_WHAT THIS TASK INVOLVES:_
Below this line is a set of entries; quote exactly the lines from the line that contains "if c.Seasons != nil" to the line that contains "if f.scores.MAPEZeros != 0", both lines included.

....

package evaluate

import (
	"math"
	"os"
	"path/filepath"
	"slices"
	"sync"
	"testing"

	"almanac/engines"
	"almanac/pipeline/forecast"
	"almanac/pipeline/series"
	"almanac/spec"
)

const eventsSpec = `version: 1
name: events
sources: [data/sales.csv]
columns: {time: day, value: qty, keys: [store]}
calendar: {frequency: day}
methods: [naive]
horizon: 5
backtest: {folds: 3, horizon: 7, step: 7}
`

// ctxRecorder is a context-aware method that records what it was handed:
// the training length and the context of each fit. Its forecast is the
// last observed value plus 100 × the first driver's future value.
type ctxRecorder struct {
	mu    sync.Mutex
	fits  []engines.Context
	ys    [][]float64
	plain int // fits through Fit
}

func (r *ctxRecorder) Name() string { return "recorder" }
func (r *ctxRecorder) Fit(y []float64, season int) (engines.Fitted, error) {
	r.mu.Lock()
	r.plain++
	r.mu.Unlock()
	return recFit{last: lastObserved(y)}, nil
}
func (r *ctxRecorder) FitContext(y []float64, season int, c engines.Context) (engines.Fitted, error) {
	r.mu.Lock()
	r.fits = append(r.fits, c)
	r.ys = append(r.ys, y)
	r.mu.Unlock()
	var d []float64
	if len(c.Drivers) > 0 {
		d = c.Drivers[0][len(y):]
	}
	return recFit{last: lastObserved(y), future: d}, nil
}

type recFit struct {
	last   float64
	future []float64
}

func (f recFit) Forecast(h int) []float64 {
	out := make([]float64, h)
	for i := range out {
		out[i] = f.last
		if i < len(f.future) {
			out[i] += 100 * f.future[i]
		}
	}
	return out
}

func lastObserved(y []float64) float64 {
	for i := len(y) - 1; i >= 0; i-- {
		if !math.IsNaN(y[i]) {
			return y[i]
		}
	}
	return math.NaN()
}

func loadEventsSpec(t *testing.T) *spec.Spec {
	t.Helper()
	p := filepath.Join(t.TempDir(), "spec.yaml")
	if err := os.WriteFile(p, []byte(eventsSpec), 0o644); err != nil {
		t.Fatal(err)
	}
	s, err := spec.Load(p)
	if err != nil {
		t.Fatal(err)
	}
	return s
}

// eventSeries is 60 days of values 10, 11, …, with a promotion driver on
// days 20, 47 and 50 and on the first forecast step, and closures on days
// 45 and 52 (inside the last two folds' test windows), whose values are
// missing as the events stage leaves them.
func eventSeries(horizon int) *series.Series {
	n := 60
	y := make([]float64, n)
	closed := make([]bool, n)
	for i := range y {
		y[i] = 10 + float64(i)
	}
	for _, i := range []int{45, 52} {
		y[i], closed[i] = math.NaN(), true
	}
	promo := make([]float64, n+horizon)
	for _, i := range []int{20, 47, 50, n} {
		promo[i] = 1
	}
	future := make([]bool, horizon)
	future[2] = true
	return &series.Series{Key: []string{"s1"}, Values: y, Closed: closed, FutureClosed: future,
		Drivers: []series.Driver{{Name: "promo", Values: promo}}}
}

// TestBacktestContextAndClosures: each fold's fit gets its training stretch
// and the drivers over that stretch plus the fold's horizon
// (driver[a:b+H]); closed periods of a test window are never scored.
func TestBacktestContextAndClosures(t *testing.T) {
	s := loadEventsSpec(t)
	rec := &ctxRecorder{}
	work := &forecast.Work{Spec: s, Methods: []forecast.Method{{Spec: s.Methods[0], Engine: rec}}}
	se := eventSeries(s.Horizon)
	r := New(s, 1).Backtest(work, se)
	if rec.plain != 0 || len(rec.fits) != 3 {
		t.Fatalf("%d plain fits, %d context fits; want 0 and 3", rec.plain, len(rec.fits))
	}
	H := s.Backtest.Horizon
	for k, f := range r.entries[0].folds {
		c := rec.fits[k]
		a, b := f.fold.TrainStart, f.fold.TrainEnd
		if len(rec.ys[k]) != b-a {
			t.Errorf("fold %d: trained on %d values, want %d", f.fold.Index, len(rec.ys[k]), b-a)
		}
		if c.H != H || !slices.Equal(c.DriverNames, []string{"promo"}) || !slices.Equal(c.Drivers[0], se.Drivers[0].Values[a:b+H]) {
			t.Errorf("fold %d: context H %d, names %v, driver %v; want %d, [promo], driver[%d:%d]", f.fold.Index, c.H, c.DriverNames, c.Drivers[0], H, a, b+H)
		}
		if cap(c.Drivers[0]) != b+H-a {
			t.Errorf("fold %d: driver capacity %d reaches past the fold's horizon", f.fold.Index, cap(c.Drivers[0]))
		}
		if c.Seasons != nil {
			t.Errorf("fold %d: seasons %v with a single-season calendar", f.fold.Index, c.Seasons)
		}
	}
	// Folds: origins 39, 46, 53 (test windows 39–45, 46–52, 53–59). The
	// closed days 45 and 52 fall in the first two windows.
	wantN := []int{6, 6, 7}
	for k, f := range r.entries[0].folds {
		if f.scores.N != wantN[k] {
			t.Errorf("fold %d scored %d points, want %d (closed days are not scored)", f.fold.Index, f.scores.N, wantN[k])
		}
		// By hand: the forecast is y[b−1] (+100 on promo days), the
		// actuals y[t] = 10 + t where open.
		b := f.fold.TrainEnd
		sum, n := 0.0, 0
		for t := b; t < f.fold.TestEnd; t++ {
			if se.Closed[t] {
				continue
			}
			fc := se.Values[b-1] + 100*se.Drivers[0].Values[t]
			sum += math.Abs(10 + float64(t) - fc)
			n++
		}
		if math.Abs(f.scores.MAE-sum/float64(n)) > 1e-12 || math.IsNaN(f.scores.MAE) {
			t.Errorf("fold %d: MAE %v, want %v over the open days", f.fold.Index, f.scores.MAE, sum/float64(n))
		}
		if f.scores.MAPEZeros != 0 {
			t.Errorf("fold %d: %d zero actuals counted; closed days are missing, not zero", f.fold.Index, f.scores.MAPEZeros)
		}
	}
	if math.IsNaN(r.entries[0].score) {
		t.Errorf("entry ineligible: %s", r.entries[0].reason)
	}
}

// TestFinalForecastContextAndClosedSteps: the final fit gets the drivers
// over the whole history and the horizon; a closed step is forecast as 0
// and the model column says so. Without events the plain Fit path runs.
func TestFinalForecastContextAndClosedSteps(t *testing.T) {
	s := loadEventsSpec(t)
	rec := &ctxRecorder{}
	work := &forecast.Work{Spec: s, Methods: []forecast.Method{{Spec: s.Methods[0], Engine: rec}}}
	se := eventSeries(s.Horizon)
	res := work.Run(se)
	if len(rec.fits) != 1 || !slices.Equal(rec.fits[0].Drivers[0], se.Drivers[0].Values) || rec.fits[0].H != s.Horizon {
		t.Fatalf("final fit contexts %+v", rec.fits)
	}
	if len(res.Forecasts) != 1 {
		t.Fatalf("forecasts %+v, problems %+v", res.Forecasts, res.Problems)
	}
	f := res.Forecasts[0]
	want := []float64{169, 69, 0, 69, 69} // last value 69, promo on step 1, step 3 closed
	if !slices.Equal(f.Values, want) {
		t.Errorf("forecast %v, want %v", f.Values, want)
	}
	if f.Model != "recorder; closed: 1 of 5 steps forecast as 0" {
		t.Errorf("model %q", f.Model)
	}
	f.Lower, f.Upper = [][]float64{{1, 2, 3, 4, 5}}, [][]float64{{6, 7, 8, 9, 10}}
	res.Forecasts[0] = f
	forecast.CloseBounds(res)
	if res.Forecasts[0].Lower[0][2] != 0 || res.Forecasts[0].Upper[0][2] != 0 || res.Forecasts[0].Upper[0][1] != 7 {
		t.Errorf("bounds after CloseBounds: %v %v", res.Forecasts[0].Lower, res.Forecasts[0].Upper)
	}

	plain := &series.Series{Key: []string{"s2"}, Values: se.Values[:40]}
	rec2 := &ctxRecorder{}
	work.Methods[0].Engine = rec2
	if res := work.Run(plain); len(res.Forecasts) != 1 || rec2.plain != 1 || len(rec2.fits) != 0 || res.Forecasts[0].Model != "recorder" {
		t.Errorf("without events: %d plain and %d context fits, forecasts %+v", rec2.plain, len(rec2.fits), res.Forecasts)
	}
}

// TestContextSeasons: several season lengths reach the method even
// without drivers; one does not make a context.
func TestContextSeasons(t *testing.T) {
	se := &series.Series{Values: make([]float64, 30)}
	c, err := forecast.Context(se, []int{7, 365}, 0, 30, 4)
	if err != nil || !slices.Equal(c.Seasons, []int{7, 365}) || c.Empty() || c.Drivers != nil {
		t.Errorf("context %+v, err %v", c, err)
	}
	c, err = forecast.Context(se, []int{7}, 0, 30, 4)
	if err != nil || !c.Empty() {
		t.Errorf("single season: context %+v, err %v", c, err)
	}
	se.Drivers = []series.Driver{{Name: "d", Values: make([]float64, 32)}}
	if _, err := forecast.Context(se, []int{7}, 0, 30, 4); err == nil {
		t.Error("a driver shorter than the horizon was accepted")
	}
}

// TestBacktestDriverMethods: through the real backtest, on an invented
// daily series (labelled invented: weekday pattern, a +60% promotion on
// some days, closed days), the driver-aware methods score better than
// seasonal_naive, which cannot know the promotions, and no closed day is
// scored.
func TestBacktestDriverMethods(t *testing.T) {
	src := `version: 1
name: events
sources: [data/sales.csv]
columns: {time: day, value: qty, keys: [store]}
calendar: {frequency: day}
methods: [seasonal_naive, regression_arima, {method: uplift, base: seasonal_naive}]
horizon: 14
backtest: {folds: 3, horizon: 14, step: 14}
`
	p := filepath.Join(t.TempDir(), "spec.yaml")
	if err := os.WriteFile(p, []byte(src), 0o644); err != nil {
		t.Fatal(err)
	}
	s, err := spec.Load(p)
	if err != nil {
		t.Fatal(err)
	}
	methods, _, err := forecast.Compile(s)
	if err != nil {
		t.Fatal(err)
	}
	n, h := 210, s.Horizon
	week := []float64{0.8, 0.9, 1, 1, 1.1, 1.5, 0.7}
	promo := make([]float64, n+h)
	for i := range promo {
		if i%11 == 3 || i%17 == 8 {
			promo[i] = 1
		}
	}
	y := make([]float64, n)
	closed := make([]bool, n)
	for i := range y {
		y[i] = 200 * week[i%7] * (1 + 0.6*promo[i]) * (1 + 0.03*math.Sin(1.7*float64(i)))
	}
	for _, i := range []int{170, 171, 190, 203} {
		y[i], closed[i] = math.NaN(), true
	}
	se := &series.Series{Key: []string{"s1"}, Values: y, Closed: closed, FutureClosed: make([]bool, h),
		Drivers: []series.Driver{{Name: "promo", Values: promo}}}
	work := &forecast.Work{Spec: s, Methods: methods}
	r := New(s, 1).Backtest(work, se)
	mase := map[string]float64{}
	for _, eb := range r.entries {
		if eb.reason != "" {
			t.Fatalf("%s: %s", eb.label, eb.reason)
		}
		mase[eb.label] = eb.mase
		for _, f := range eb.folds {
			open := 0
			for i := f.fold.TrainEnd; i < f.fold.TestEnd; i++ {
				if !closed[i] {
					open++
				}
			}
			if f.scores.N != open {
				t.Errorf("%s fold %d: %d scored, %d open days", eb.label, f.fold.Index, f.scores.N, open)
			}
		}
	}
	t.Logf("mean MASE %v", mase)
	for _, l := range []string{"regression_arima", "uplift"} {
		if !(mase[l] < 0.6*mase["seasonal_naive"]) {
			t.Errorf("%s MASE %.3f, seasonal_naive %.3f: the drivers did not help", l, mase[l], mase["seasonal_naive"])
		}
	}
}

// A fold whose whole test window is closed scores nothing and is left out
// of the means; the entry stays eligible on the other folds.
func TestBacktestFoldAllClosed(t *testing.T) {
	s := loadEventsSpec(t)
	rec := &ctxRecorder{}
	work := &forecast.Work{Spec: s, Methods: []forecast.Method{{Spec: s.Methods[0], Engine: rec}}}
	se := eventSeries(s.Horizon)
	for i := 46; i < 53; i++ { // the second fold's test window
		se.Values[i], se.Closed[i] = math.NaN(), true
	}
	r := New(s, 1).Backtest(work, se)
	eb := r.entries[0]
	if eb.reason != "" || math.IsNaN(eb.score) {
		t.Fatalf("entry ineligible: %q", eb.reason)
	}
	if f := eb.folds[1]; !f.noActuals || f.scores.N != 0 {
		t.Errorf("closed fold: noActuals %v, N %d", f.noActuals, f.scores.N)
	}
	want := (metricOf(eb.folds[0].scores, s.Selection.Metric) + metricOf(eb.folds[2].scores, s.Selection.Metric)) / 2
	if math.Abs(eb.score-want) > 1e-12 {
		t.Errorf("score %v, want the mean of the two open folds %v", eb.score, want)
	}
}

....

_RESPONSE BELOW:_
		if c.Seasons != nil {
			t.Errorf("fold %d: seasons %v with a single-season calendar", f.fold.Index, c.Seasons)
		}
	}
	// Folds: origins 39, 46, 53 (test windows 39–45, 46–52, 53–59). The
	// closed days 45 and 52 fall in the first two windows.
	wantN := []int{6, 6, 7}
	for k, f := range r.entries[0].folds {
		if f.scores.N != wantN[k] {
			t.Errorf("fold %d scored %d points, want %d (closed days are not scored)", f.fold.Index, f.scores.N, wantN[k])
		}
		// By hand: the forecast is y[b−1] (+100 on promo days), the
		// actuals y[t] = 10 + t where open.
		b := f.fold.TrainEnd
		sum, n := 0.0, 0
		for t := b; t < f.fold.TestEnd; t++ {
			if se.Closed[t] {
				continue
			}
			fc := se.Values[b-1] + 100*se.Drivers[0].Values[t]
			sum += math.Abs(10 + float64(t) - fc)
			n++
		}
		if math.Abs(f.scores.MAE-sum/float64(n)) > 1e-12 || math.IsNaN(f.scores.MAE) {
			t.Errorf("fold %d: MAE %v, want %v over the open days", f.fold.Index, f.scores.MAE, sum/float64(n))
		}
		if f.scores.MAPEZeros != 0 {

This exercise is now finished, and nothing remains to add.